Nous avons besoin d’un « plan Marshall » sur les compétences numériques pour former les habitants et accompagner ces transitions dans les territoires, explique Francky Trichet, adjoint au maire et conseiller métropolitain de Nantes métropole.

"La smart city n’est pas réservée aux métropoles", a précisé Jeanne Carrez-Debock, responsable du programme smart city à la Banque des territoires, qui en a profité pour brosser un bilan de l'usage par les collectivités de l'outil numérique. Durant ces six dernières années, elle a identifié plusieurs difficultés concernant la transformation numérique dans les collectivités : un manque de compétences en interne, des problèmes de gouvernance (interne/externe) et l'appropriation du sujet de la data qui "reste un sujet ultra-complexe".

Les questions de la data, de l’innovation au service de la transition écologique et de la place du citoyen dans les civic techs sont les défis du prochain mandat, selon Jeanne Carrez-Debock, responsable du programme smart city à la Banque des territoires.

Enfin John Billard, Maire de Le Favril (28) et vice-président de l’AMRF, a rappelé l'importance du maire face à la dématérialisation accélérée des services publics, et Jacques Oberti, président du SICOVAL et maire d’Ayguesvive, a souligné que le numérique est un formidable levier économique, citant la création de 17 000 emplois sur son territoire et 9% de croissance grâce au numérique pendant le mandat 2014-2020. Mais le paiement dématérialisé de l’impôt, il y a deux ans, a causé des problèmes d’incompréhension, nécessitant de prendre à bras le corps la question de l’inclusion numérique.

Invité à réagir à la fin de cette conférence d'ouverture, Cédric O a rappelé que le numérique est une opportunité pour la puissance publique, soulignant le rôle moteur des startups dans la création d'emplois dans les territoires.

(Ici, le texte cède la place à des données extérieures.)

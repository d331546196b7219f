"""Measures of shape for the checks before a run; atoms are numbered from 0, lengths in angstrom."""

import math
from collections.abc import Iterator, Sequence
from dataclasses import dataclass

import numpy as np

from plumbrule_core.documents.bonding import bonds, distance, normal_length, pieces
from plumbrule_core.documents.species import Atom, Species
from plumbrule_core.elements import ELEMENTS
from plumbrule_core.geometry.valence import free_valences, likely_orders, neighbours, usual_length
from plumbrule_core.units import ANGSTROM_PER_BOHR

CLASH_SHARE = 0.5
"""Two atoms nearer than this share of the sum of covalent radii clash (common practice, no source).

The shortest multiple bonds between metals keep 0.6.
"""
CLASH_DISTANCE = 0.4
"""Angstrom; no bond is as short (H2, the shortest, has 0.74)."""
BOHR_SHARES = (1.45, 2.5)
"""The typical nearest distance over the normal one where bohr were taken for angstrom.

Arithmetic: 1.89 times 0.77 (triple bonds) to 1.3 (F2 by a force field).
"""
BOHR_SHORTEST_SHARE = 1.35
"""Nothing in such a molecule is nearer than this (arithmetic; multiple metal bonds aside)."""
STRETCHED_SHARE = 1.4
"""A bond over this many times its normal length is stretched (common practice, no source)."""
PARTED_SHARE = 2.2
"""Atoms more than this many normal lengths apart are no bond any more (common practice, no source)."""
TWIST_LIMIT = 30.0
"""Degrees; a double bond twisted further needs an active space (common practice, no source)."""
DOUBLE_BOND_SHARE = 0.93
"""Bonds shorter than this share of the single-bond length are double: C=C 1.34 and 1.40 of 1.52, not 1.47."""
LINEAR_ANGLE = 160.0
"""Degrees; beyond it a neighbour lies so nearly on the bond's axis that it spans no plane."""


@dataclass(frozen=True, slots=True)
class Pair:
    """Two atoms, their distance, and the distance that would be normal for them."""

    first: int
    second: int
    distance: float
    normal: float

    @property
    def share(self) -> float:
        """The distance in normal lengths."""
        return self.distance / self.normal


@dataclass(frozen=True, slots=True)
class Twist:
    """A double bond and the angle in degrees (0 to 90) between the planes at its two ends."""

    first: int
    second: int
    angle: float


def clashes(species: Species) -> tuple[Pair, ...]:
    """Pairs of atoms nearer than any bond of theirs can be."""
    lengths, normals = _distances(species.atoms)
    near = np.triu(lengths < np.maximum(CLASH_DISTANCE, CLASH_SHARE * normals), k=1)
    return tuple(
        Pair(int(i), int(j), float(lengths[i, j]), float(normals[i, j])) for i, j in np.argwhere(near)
    )


def looks_like_bohr(species: Species) -> bool:
    """Whether every distance is as if coordinates in bohr had been taken for angstrom.

    A molecule with every bond stretched alike looks the same: it is a question, not a statement.
    """
    if len(species.atoms) < 2:
        return False
    lengths, normals = _distances(species.atoms)
    np.fill_diagonal(lengths, np.inf)
    nearest = (lengths / normals).min(axis=1)
    low, high = BOHR_SHARES
    return bool(nearest.min() > BOHR_SHORTEST_SHARE and low < np.median(nearest) < high)


def in_bohr_as_angstrom(species: Species) -> Species:
    """The species with its numbers taken as bohr and converted to angstrom."""
    atoms = tuple(
        Atom(symbol=a.symbol, x=a.x * ANGSTROM_PER_BOHR, y=a.y * ANGSTROM_PER_BOHR, z=a.z * ANGSTROM_PER_BOHR)
        for a in species.atoms
    )
    origin = f"{species.origin}; taken as bohr, converted to angstrom".removeprefix("; ")
    return species.model_copy(update={"atoms": atoms, "origin": origin})


def stretched_bonds(species: Species) -> tuple[Pair, ...]:
    """Bonds over 1.4 times their normal length, and parted atoms within 2.2 times that both lack a bond.

    The normal length is that of the highest bond order the two atoms can have: N-N at 2 angstrom in N2 is a
    triple bond stretched to 1.85 times.
    """
    return tuple(p for p in _likely_bonds(species) if STRETCHED_SHARE < p.share < PARTED_SHARE)


def parted_bonds(species: Species) -> tuple[Pair, ...]:
    """Pairs of atoms in two pieces that both lack a bond, and lack it beyond 2.2 normal lengths.

    H2 at 3 angstrom: its halves lie 4 times their normal length apart, and each still lacks its bond.
    """
    pairs = tuple(_likely_bonds(species))
    whole = [(p.first, p.second) for p in pairs if p.share < PARTED_SHARE]
    piece_of = {at: piece for piece in pieces(len(species.atoms), whole) for at in piece}
    return tuple(p for p in pairs if p.share >= PARTED_SHARE and piece_of[p.first] is not piece_of[p.second])


def _likely_bonds(species: Species) -> Iterator[Pair]:
    """Bonds, and pairs that both lack one; normal is the length of the highest order they can have."""
    for (i, j), order in sorted(likely_orders(species.atoms).items()):
        a, b = species.atoms[i], species.atoms[j]
        yield Pair(i, j, distance(a, b), usual_length(a, b, order))


def twisted_double_bonds(species: Species) -> tuple[Twist, ...]:
    """Double bonds whose ends are turned against each other by more than 30 degrees.

    A bond is double where both ends lack a neighbour and it is short, or neither end has another atom to
    share with (ethylene twisted by 90 degrees and relaxed has the length of a single bond).
    """
    atoms = species.atoms
    links = bonds(atoms)
    around = neighbours(len(atoms), links)
    free = free_valences(atoms, around)
    twists = [
        Twist(i, j, angle)
        for i, j in links
        if _is_double(atoms, around, free, i, j)
        and (angle := _twist(atoms, around, i, j)) is not None
        and angle > TWIST_LIMIT
    ]
    return tuple(twists)


def _distances(atoms: Sequence[Atom]) -> tuple[np.ndarray, np.ndarray]:
    """The distance of each two atoms and the sum of their covalent radii, atoms by atoms, in angstrom."""
    places = np.array([(a.x, a.y, a.z) for a in atoms])
    radii = np.array([ELEMENTS[a.symbol].covalent_radius for a in atoms])
    return np.linalg.norm(places[:, None] - places[None, :], axis=2), radii[:, None] + radii[None, :]


def _is_double(
    atoms: Sequence[Atom], around: Sequence[Sequence[int]], free: Sequence[int], i: int, j: int
) -> bool:
    length = distance(atoms[i], atoms[j])
    if not (free[i] and free[j]) or length < CLASH_DISTANCE:
        return False
    if length < DOUBLE_BOND_SHARE * normal_length(atoms[i], atoms[j]):
        return True
    return not any(free[other] for end, far in ((i, j), (j, i)) for other in around[end] if other != far)


def _twist(atoms: Sequence[Atom], around: Sequence[Sequence[int]], i: int, j: int) -> float | None:
    places = np.array([(a.x, a.y, a.z) for a in atoms])
    axis = places[j] - places[i]
    axis /= np.linalg.norm(axis)
    first, second = (_across(places, around[end], end, far, axis) for end, far in ((i, j), (j, i)))
    if first is None or second is None:
        return None
    return math.degrees(math.acos(min(1.0, abs(float(first @ second)))))


def _across(
    places: np.ndarray, near: Sequence[int], end: int, far: int, axis: np.ndarray
) -> np.ndarray | None:
    """The direction across the bond in which an end spreads; None where it has no plane."""
    others = [other for other in near if other != far]
    if len(others) not in (1, 2):
        return None
    spread = places[others[0]] - places[others[1] if len(others) == 2 else end]
    across = spread - (spread @ axis) * axis
    size = float(np.linalg.norm(across))
    on_the_axis = math.sin(math.radians(LINEAR_ANGLE)) * float(np.linalg.norm(spread))
    return across / size if size > max(on_the_axis, 1e-6) else None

Aujourd'hui, 1 emploi sur 5 en France est crée par des startups. Dans notre classement « French Tech 120 », un tiers d’entre elles ne sont pas à Paris (Saint Etienne, Lyon…). Les startups tirent l’attractivité des territoires, a rappelé Cédric O, à l'occasion du Forum des Interconnectés.

Cédric O Forum des interconnectés 2020
Cédric O est intervenu à la conférence d'ouverture du Forum des Interconnectés le mercredi 12 février 2020.
©J. Nessi

Mais, à l’autre bout de la chaîne, il y a la question de la fracture numérique. La numérisation à marche forcée a crée de nouvelles inégalités. Le phénomène conjoint de la numérisation du service public et des retraits physiques des guichets ont amplifié ce sentiment, selon le Secrétaire d'Etat. "Les Français doivent être outillés pour maîtriser ce monde numérique", a insisté Cédric 0. Les enjeux du financement et de la gouvernance font partie des priorités aujourd'hui, la Conférence des financeurs répond à cette problématique, a-t-il conclu son intervention.